For pFq's that are entire, the Maclaurin series works well in the right-half plane, but not the left:

julia> HypergeometricFunctions.pFqmaclaurin([8.9], [0.5], 70.0)
1.0197611190130733e42

julia> pFq([big"8.9"], [big"0.5"], big"70.0")
1.0197611190130736062331038605237850040299542640718586092065478670951388292065e+42

julia> HypergeometricFunctions.pFqmaclaurin([8.9], [0.5], -70.0)
3.1189144044908764e24

julia> pFq([big"8.9"], [big"0.5"], big"-70.0")
-8.036868482005555378465040729238108540137167249027470698216173807370577234385018e-12

Rational approximations for pFq's that are entire run into a stability issue when evaluating for large (and generally positive real part) z because even if the poles scatter to infinity as one increases the type (degree, degree), the evaluation point may be close to a pole of a rational approximant of a specific type.

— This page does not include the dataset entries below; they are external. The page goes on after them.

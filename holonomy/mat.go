package holonomy

import (
	"fmt"
	"math"
	"math/cmplx"
)

// Mat is a dense, row-major complex matrix sized for the small (2–16 level)
// problems of quantum control. Element (i, j) is Data[i*C+j].
//
// The methods and functions on Mat never allocate unless their doc comment
// says so; destinations are supplied by the caller so that hot loops run
// without garbage. Dimension mismatches are programmer errors and panic.
type Mat struct {
	R, C int
	Data []complex128
}

// NewMat returns a zeroed r×c matrix.
func NewMat(r, c int) *Mat {
	if r < 0 || c < 0 {
		panic("holonomy: negative dimension")
	}
	return &Mat{R: r, C: c, Data: make([]complex128, r*c)}
}

// Identity returns a new n×n identity matrix.
func Identity(n int) *Mat {
	m := NewMat(n, n)
	for i := 0; i < n; i++ {
		m.Data[i*n+i] = 1
	}
	return m
}

// NewMatFrom returns an r×c matrix holding a copy of the row-major data.
func NewMatFrom(r, c int, data []complex128) *Mat {
	if len(data) != r*c {
		panic(fmt.Sprintf("holonomy: NewMatFrom: %d values for %d×%d", len(data), r, c))
	}
	m := NewMat(r, c)
	copy(m.Data, data)
	return m
}

// At returns element (i, j).
func (m *Mat) At(i, j int) complex128 { return m.Data[i*m.C+j] }

// Set sets element (i, j) to v.
func (m *Mat) Set(i, j int, v complex128) { m.Data[i*m.C+j] = v }

// Zero sets every element to zero.
func (m *Mat) Zero() {
	for i := range m.Data {
		m.Data[i] = 0
	}
}

// SetIdentity makes the square matrix m the identity.
func (m *Mat) SetIdentity() {
	mustSquare(m)
	m.Zero()
	for i := 0; i < m.R; i++ {
		m.Data[i*m.C+i] = 1
	}
}

// Copy copies src into m; the shapes must match.
func (m *Mat) Copy(src *Mat) {
	mustSame(m, src)
	copy(m.Data, src.Data)
}

// Clone returns a newly allocated copy of m.
func (m *Mat) Clone() *Mat {
	c := NewMat(m.R, m.C)
	copy(c.Data, m.Data)
	return c
}

// String formats m for diagnostics.
func (m *Mat) String() string {
	s := ""
	for i := 0; i < m.R; i++ {
		s += "["
		for j := 0; j < m.C; j++ {
			if j > 0 {
				s += " "
			}
			v := m.At(i, j)
			s += fmt.Sprintf("%+.6f%+.6fi", real(v), imag(v))
		}
		s += "]\n"
	}
	return s
}

// Mul sets dst = a·b. dst must not share storage with a or b.
func Mul(dst, a, b *Mat) {
	if a.C != b.R || dst.R != a.R || dst.C != b.C {
		panic(fmt.Sprintf("holonomy: Mul: %d×%d · %d×%d into %d×%d", a.R, a.C, b.R, b.C, dst.R, dst.C))
	}
	n, m, p := a.R, a.C, b.C
	for i := 0; i < n; i++ {
		row := dst.Data[i*p : (i+1)*p]
		for j := range row {
			row[j] = 0
		}
		for k := 0; k < m; k++ {
			aik := a.Data[i*m+k]
			if aik == 0 {
				continue
			}
			brow := b.Data[k*p : (k+1)*p]
			for j, bkj := range brow {
				row[j] += aik * bkj
			}
		}
	}
}

// MulAH sets dst = a†·b. dst must not share storage with a or b.
func MulAH(dst, a, b *Mat) {
	if a.R != b.R || dst.R != a.C || dst.C != b.C {
		panic(fmt.Sprintf("holonomy: MulAH: (%d×%d)† · %d×%d into %d×%d", a.R, a.C, b.R, b.C, dst.R, dst.C))
	}
	n, m, p := a.C, a.R, b.C
	for i := 0; i < n; i++ {
		row := dst.Data[i*p : (i+1)*p]
		for j := range row {
			row[j] = 0
		}
	}
	for k := 0; k < m; k++ {
		brow := b.Data[k*p : (k+1)*p]
		for i := 0; i < n; i++ {
			aki := cmplx.Conj(a.Data[k*a.C+i])
			if aki == 0 {
				continue
			}
			row := dst.Data[i*p : (i+1)*p]
			for j, bkj := range brow {
				row[j] += aki * bkj
			}
		}
	}
}

// MulBH sets dst = a·b†. dst must not share storage with a or b.
func MulBH(dst, a, b *Mat) {
	if a.C != b.C || dst.R != a.R || dst.C != b.R {
		panic(fmt.Sprintf("holonomy: MulBH: %d×%d · (%d×%d)† into %d×%d", a.R, a.C, b.R, b.C, dst.R, dst.C))
	}
	for i := 0; i < a.R; i++ {
		arow := a.Data[i*a.C : (i+1)*a.C]
		for j := 0; j < b.R; j++ {
			brow := b.Data[j*b.C : (j+1)*b.C]
			var s complex128
			for k, v := range arow {
				s += v * cmplx.Conj(brow[k])
			}
			dst.Data[i*dst.C+j] = s
		}
	}
}

// Adjoint sets dst = a† (conjugate transpose). dst must not share storage with a.
func Adjoint(dst, a *Mat) {
	if dst.R != a.C || dst.C != a.R {
		panic("holonomy: Adjoint: shape mismatch")
	}
	for i := 0; i < a.R; i++ {
		for j := 0; j < a.C; j++ {
			dst.Data[j*dst.C+i] = cmplx.Conj(a.Data[i*a.C+j])
		}
	}
}

// Trace returns the trace of the square matrix m.
func Trace(m *Mat) complex128 {
	mustSquare(m)
	var t complex128
	for i := 0; i < m.R; i++ {
		t += m.Data[i*m.C+i]
	}
	return t
}

// FrobeniusDist returns ‖a − b‖ in the Frobenius norm.
func FrobeniusDist(a, b *Mat) float64 {
	mustSame(a, b)
	var s float64
	for i, v := range a.Data {
		d := v - b.Data[i]
		s += real(d)*real(d) + imag(d)*imag(d)
	}
	return math.Sqrt(s)
}

// FrobeniusNorm returns ‖m‖ in the Frobenius norm.
func FrobeniusNorm(m *Mat) float64 {
	var s float64
	for _, v := range m.Data {
		s += real(v)*real(v) + imag(v)*imag(v)
	}
	return math.Sqrt(s)
}

// UnitarityError returns ‖U†U − I‖ in the Frobenius norm. It allocates.
func UnitarityError(u *Mat) float64 {
	p := NewMat(u.C, u.C)
	MulAH(p, u, u)
	for i := 0; i < u.C; i++ {
		p.Data[i*u.C+i]--
	}
	return FrobeniusNorm(p)
}

func mustSquare(m *Mat) {
	if m.R != m.C {
		panic(fmt.Sprintf("holonomy: matrix is %d×%d, not square", m.R, m.C))
	}
}

func mustSame(a, b *Mat) {
	if a.R != b.R || a.C != b.C {
		panic(fmt.Sprintf("holonomy: shapes %d×%d and %d×%d differ", a.R, a.C, b.R, b.C))
	}
}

Maybe the real issue here is to case out 1F1, as pointed out in #32.

I don't know if this issue is formally closable, but _₁F₁(a, b, z) and HypergeometricFunctions.M(a, b, z) are added and special cased in pFq. This is for version 0.3.7 which will be tagged soon.

Excellent, this works perfectly! They give out at the exact same point, which is well beyond the point where I can apply the appropriate asymptotic expression myself (in logarithmic format). Thank you so much!